Information Start Marker

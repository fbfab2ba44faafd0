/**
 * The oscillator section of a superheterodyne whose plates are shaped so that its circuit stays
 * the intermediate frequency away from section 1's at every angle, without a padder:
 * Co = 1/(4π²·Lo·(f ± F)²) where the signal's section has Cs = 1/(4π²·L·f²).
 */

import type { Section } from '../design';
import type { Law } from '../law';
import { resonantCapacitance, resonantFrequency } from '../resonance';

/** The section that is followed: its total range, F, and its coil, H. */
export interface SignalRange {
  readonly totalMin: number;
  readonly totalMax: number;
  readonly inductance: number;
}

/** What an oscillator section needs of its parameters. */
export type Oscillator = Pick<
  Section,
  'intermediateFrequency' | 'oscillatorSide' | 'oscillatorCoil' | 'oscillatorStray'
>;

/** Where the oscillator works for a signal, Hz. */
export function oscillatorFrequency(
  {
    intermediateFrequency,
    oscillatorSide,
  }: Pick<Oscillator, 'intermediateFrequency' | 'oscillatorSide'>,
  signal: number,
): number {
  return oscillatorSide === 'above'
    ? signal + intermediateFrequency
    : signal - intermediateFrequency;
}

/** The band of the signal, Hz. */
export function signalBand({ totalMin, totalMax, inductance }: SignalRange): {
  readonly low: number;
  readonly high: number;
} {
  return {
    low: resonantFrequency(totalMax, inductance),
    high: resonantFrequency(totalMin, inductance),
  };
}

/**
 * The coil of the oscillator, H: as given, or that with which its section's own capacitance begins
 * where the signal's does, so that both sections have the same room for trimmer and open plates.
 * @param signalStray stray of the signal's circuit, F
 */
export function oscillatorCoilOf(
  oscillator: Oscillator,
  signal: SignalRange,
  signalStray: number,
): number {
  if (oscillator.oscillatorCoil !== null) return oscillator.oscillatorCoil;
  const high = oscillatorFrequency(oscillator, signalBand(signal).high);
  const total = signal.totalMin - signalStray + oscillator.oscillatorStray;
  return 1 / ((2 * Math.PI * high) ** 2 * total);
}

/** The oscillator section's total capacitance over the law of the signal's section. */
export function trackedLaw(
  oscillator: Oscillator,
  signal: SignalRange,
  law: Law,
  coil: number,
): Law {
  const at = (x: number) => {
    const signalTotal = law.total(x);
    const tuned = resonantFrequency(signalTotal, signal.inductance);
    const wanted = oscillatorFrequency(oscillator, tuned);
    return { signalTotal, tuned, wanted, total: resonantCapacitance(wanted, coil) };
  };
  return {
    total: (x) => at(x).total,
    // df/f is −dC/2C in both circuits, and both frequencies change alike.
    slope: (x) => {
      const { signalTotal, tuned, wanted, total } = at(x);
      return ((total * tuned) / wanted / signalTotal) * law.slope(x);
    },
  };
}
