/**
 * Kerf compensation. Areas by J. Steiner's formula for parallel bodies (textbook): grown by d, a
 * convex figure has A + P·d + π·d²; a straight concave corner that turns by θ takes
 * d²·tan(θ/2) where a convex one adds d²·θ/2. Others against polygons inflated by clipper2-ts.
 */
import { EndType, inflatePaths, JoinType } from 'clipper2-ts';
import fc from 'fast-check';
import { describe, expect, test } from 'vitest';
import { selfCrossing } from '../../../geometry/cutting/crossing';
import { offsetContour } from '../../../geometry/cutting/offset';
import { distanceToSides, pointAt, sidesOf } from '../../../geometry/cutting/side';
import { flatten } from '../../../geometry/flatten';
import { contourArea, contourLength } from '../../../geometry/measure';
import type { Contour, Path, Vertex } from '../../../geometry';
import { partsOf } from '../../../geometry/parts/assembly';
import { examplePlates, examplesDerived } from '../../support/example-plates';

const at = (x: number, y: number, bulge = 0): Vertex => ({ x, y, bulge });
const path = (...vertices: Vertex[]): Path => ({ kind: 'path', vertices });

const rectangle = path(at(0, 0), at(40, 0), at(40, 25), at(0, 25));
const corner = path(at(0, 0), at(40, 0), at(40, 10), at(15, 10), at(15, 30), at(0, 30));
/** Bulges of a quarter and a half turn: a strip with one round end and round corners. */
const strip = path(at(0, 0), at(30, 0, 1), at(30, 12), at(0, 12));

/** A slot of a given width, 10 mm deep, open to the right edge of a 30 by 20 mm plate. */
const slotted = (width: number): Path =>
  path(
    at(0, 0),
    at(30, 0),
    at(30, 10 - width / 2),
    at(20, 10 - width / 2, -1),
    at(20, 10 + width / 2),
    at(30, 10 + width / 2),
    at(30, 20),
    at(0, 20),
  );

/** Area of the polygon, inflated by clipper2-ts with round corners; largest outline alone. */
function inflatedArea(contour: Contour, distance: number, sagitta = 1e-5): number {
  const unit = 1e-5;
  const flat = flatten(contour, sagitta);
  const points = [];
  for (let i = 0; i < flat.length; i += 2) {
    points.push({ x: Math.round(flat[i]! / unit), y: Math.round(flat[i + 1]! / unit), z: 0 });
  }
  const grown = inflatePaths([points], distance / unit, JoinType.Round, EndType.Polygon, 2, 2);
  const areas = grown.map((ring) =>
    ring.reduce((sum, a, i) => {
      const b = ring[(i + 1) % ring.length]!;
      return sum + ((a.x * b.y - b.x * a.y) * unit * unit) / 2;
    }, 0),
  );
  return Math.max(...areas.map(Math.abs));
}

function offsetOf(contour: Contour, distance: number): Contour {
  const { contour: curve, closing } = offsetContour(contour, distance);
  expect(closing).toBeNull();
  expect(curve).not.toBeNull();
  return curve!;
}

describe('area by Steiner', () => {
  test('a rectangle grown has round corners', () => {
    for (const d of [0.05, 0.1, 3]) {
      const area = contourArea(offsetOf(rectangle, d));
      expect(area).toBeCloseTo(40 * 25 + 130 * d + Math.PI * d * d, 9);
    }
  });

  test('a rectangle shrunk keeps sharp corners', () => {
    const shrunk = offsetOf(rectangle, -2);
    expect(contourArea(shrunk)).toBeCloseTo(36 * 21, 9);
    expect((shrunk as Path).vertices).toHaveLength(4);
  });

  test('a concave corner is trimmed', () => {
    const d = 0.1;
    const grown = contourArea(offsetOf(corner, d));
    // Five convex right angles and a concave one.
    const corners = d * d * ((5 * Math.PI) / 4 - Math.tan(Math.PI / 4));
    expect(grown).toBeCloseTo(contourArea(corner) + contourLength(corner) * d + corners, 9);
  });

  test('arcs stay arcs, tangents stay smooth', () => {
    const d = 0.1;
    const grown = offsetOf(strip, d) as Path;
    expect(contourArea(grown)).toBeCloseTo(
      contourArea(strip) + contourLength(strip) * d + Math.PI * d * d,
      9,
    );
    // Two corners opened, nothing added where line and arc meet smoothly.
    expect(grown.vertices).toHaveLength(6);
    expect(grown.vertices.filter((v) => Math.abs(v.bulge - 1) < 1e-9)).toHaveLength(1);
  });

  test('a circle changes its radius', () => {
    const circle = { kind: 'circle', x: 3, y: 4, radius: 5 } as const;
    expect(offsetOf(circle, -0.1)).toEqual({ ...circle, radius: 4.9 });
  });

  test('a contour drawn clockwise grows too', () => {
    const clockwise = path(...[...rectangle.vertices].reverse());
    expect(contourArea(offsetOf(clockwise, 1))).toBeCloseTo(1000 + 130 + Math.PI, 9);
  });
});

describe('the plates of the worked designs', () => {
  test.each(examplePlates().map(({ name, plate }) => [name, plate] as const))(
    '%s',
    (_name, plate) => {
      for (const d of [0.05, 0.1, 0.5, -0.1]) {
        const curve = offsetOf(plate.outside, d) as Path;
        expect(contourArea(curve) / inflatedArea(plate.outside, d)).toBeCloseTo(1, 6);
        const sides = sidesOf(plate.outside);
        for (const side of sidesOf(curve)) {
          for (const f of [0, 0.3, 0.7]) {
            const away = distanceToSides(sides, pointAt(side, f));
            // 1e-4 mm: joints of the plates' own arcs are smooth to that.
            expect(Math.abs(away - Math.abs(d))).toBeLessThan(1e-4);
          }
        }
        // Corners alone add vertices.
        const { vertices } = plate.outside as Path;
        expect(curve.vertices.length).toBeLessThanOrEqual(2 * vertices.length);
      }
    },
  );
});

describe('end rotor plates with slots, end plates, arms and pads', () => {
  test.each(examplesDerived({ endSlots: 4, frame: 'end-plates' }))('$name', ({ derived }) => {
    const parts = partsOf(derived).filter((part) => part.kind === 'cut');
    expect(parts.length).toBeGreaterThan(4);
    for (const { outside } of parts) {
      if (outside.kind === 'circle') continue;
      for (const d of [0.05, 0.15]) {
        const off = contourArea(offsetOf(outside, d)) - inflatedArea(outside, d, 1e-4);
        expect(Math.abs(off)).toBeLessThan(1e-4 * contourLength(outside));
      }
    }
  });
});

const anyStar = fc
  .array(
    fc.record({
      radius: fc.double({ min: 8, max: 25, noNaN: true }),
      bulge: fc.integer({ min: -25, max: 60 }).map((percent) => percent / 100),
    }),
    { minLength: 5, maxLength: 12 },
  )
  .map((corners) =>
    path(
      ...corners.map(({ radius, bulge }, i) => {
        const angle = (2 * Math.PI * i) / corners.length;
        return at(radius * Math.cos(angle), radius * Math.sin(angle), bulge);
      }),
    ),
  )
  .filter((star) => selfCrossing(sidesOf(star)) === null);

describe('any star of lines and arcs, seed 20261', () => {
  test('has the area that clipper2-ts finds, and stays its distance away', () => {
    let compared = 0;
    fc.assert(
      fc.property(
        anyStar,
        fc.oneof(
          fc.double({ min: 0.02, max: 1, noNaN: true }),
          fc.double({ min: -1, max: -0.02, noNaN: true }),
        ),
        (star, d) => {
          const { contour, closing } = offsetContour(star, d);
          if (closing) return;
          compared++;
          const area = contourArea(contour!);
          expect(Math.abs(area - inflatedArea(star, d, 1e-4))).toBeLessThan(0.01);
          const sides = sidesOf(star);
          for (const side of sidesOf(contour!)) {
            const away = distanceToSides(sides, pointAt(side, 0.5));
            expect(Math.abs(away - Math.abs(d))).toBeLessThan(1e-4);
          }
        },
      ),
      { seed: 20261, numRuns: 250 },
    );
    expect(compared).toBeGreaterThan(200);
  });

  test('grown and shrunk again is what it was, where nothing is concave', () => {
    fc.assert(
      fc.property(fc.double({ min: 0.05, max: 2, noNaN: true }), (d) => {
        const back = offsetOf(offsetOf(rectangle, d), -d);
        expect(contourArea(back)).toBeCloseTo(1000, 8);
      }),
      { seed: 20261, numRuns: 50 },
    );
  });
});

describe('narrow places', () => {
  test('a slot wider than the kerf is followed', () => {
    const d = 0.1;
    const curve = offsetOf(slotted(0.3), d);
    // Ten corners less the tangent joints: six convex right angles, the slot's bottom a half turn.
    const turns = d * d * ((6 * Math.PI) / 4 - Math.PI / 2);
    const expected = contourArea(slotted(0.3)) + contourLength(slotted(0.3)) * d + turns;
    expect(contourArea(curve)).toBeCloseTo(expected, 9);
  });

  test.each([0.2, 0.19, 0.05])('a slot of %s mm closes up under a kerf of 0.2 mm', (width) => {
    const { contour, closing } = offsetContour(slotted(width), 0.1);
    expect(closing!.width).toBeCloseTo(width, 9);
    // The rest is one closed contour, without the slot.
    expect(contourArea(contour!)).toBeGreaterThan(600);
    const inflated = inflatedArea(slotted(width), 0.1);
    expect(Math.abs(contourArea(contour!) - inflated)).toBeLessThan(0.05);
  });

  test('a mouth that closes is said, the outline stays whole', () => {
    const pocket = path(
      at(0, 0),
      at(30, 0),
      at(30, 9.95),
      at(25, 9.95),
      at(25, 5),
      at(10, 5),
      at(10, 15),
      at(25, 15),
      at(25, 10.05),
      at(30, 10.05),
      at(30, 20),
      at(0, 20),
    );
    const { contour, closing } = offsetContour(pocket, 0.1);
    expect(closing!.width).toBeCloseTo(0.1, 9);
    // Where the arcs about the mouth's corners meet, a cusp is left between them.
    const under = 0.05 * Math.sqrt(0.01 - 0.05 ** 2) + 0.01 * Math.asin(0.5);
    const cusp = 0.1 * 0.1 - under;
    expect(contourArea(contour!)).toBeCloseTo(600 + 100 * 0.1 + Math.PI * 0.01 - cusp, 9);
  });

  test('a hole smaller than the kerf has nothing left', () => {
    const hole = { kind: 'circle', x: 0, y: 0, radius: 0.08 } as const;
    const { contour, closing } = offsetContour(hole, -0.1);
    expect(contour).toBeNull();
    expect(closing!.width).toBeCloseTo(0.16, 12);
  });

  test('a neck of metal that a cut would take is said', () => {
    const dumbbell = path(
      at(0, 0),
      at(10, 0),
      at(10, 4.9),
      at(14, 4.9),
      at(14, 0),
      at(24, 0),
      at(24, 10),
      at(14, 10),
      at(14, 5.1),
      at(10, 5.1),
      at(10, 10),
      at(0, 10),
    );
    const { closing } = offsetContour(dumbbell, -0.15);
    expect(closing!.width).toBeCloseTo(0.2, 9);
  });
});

Information End Marker

Could you set down, word for word, only the lines above from the line with "expect(closing!.width).toBeCloseTo(width, 9);" to the line with "const cusp = 0.1 * 0.1 - under;", including both?

# Exercise response
    expect(closing!.width).toBeCloseTo(width, 9);
    // The rest is one closed contour, without the slot.
    expect(contourArea(contour!)).toBeGreaterThan(600);
    const inflated = inflatedArea(slotted(width), 0.1);
    expect(Math.abs(contourArea(contour!) - inflated)).toBeLessThan(0.05);
  });

  test('a mouth that closes is said, the outline stays whole', () => {
    const pocket = path(
      at(0, 0),
      at(30, 0),
      at(30, 9.95),
      at(25, 9.95),
      at(25, 5),
      at(10, 5),
      at(10, 15),
      at(25, 15),
      at(25, 10.05),
      at(30, 10.05),
      at(30, 20),
      at(0, 20),
    );
    const { contour, closing } = offsetContour(pocket, 0.1);
    expect(closing!.width).toBeCloseTo(0.1, 9);
    // Where the arcs about the mouth's corners meet, a cusp is left between them.
    const under = 0.05 * Math.sqrt(0.01 - 0.05 ** 2) + 0.01 * Math.asin(0.5);
    const cusp = 0.1 * 0.1 - under;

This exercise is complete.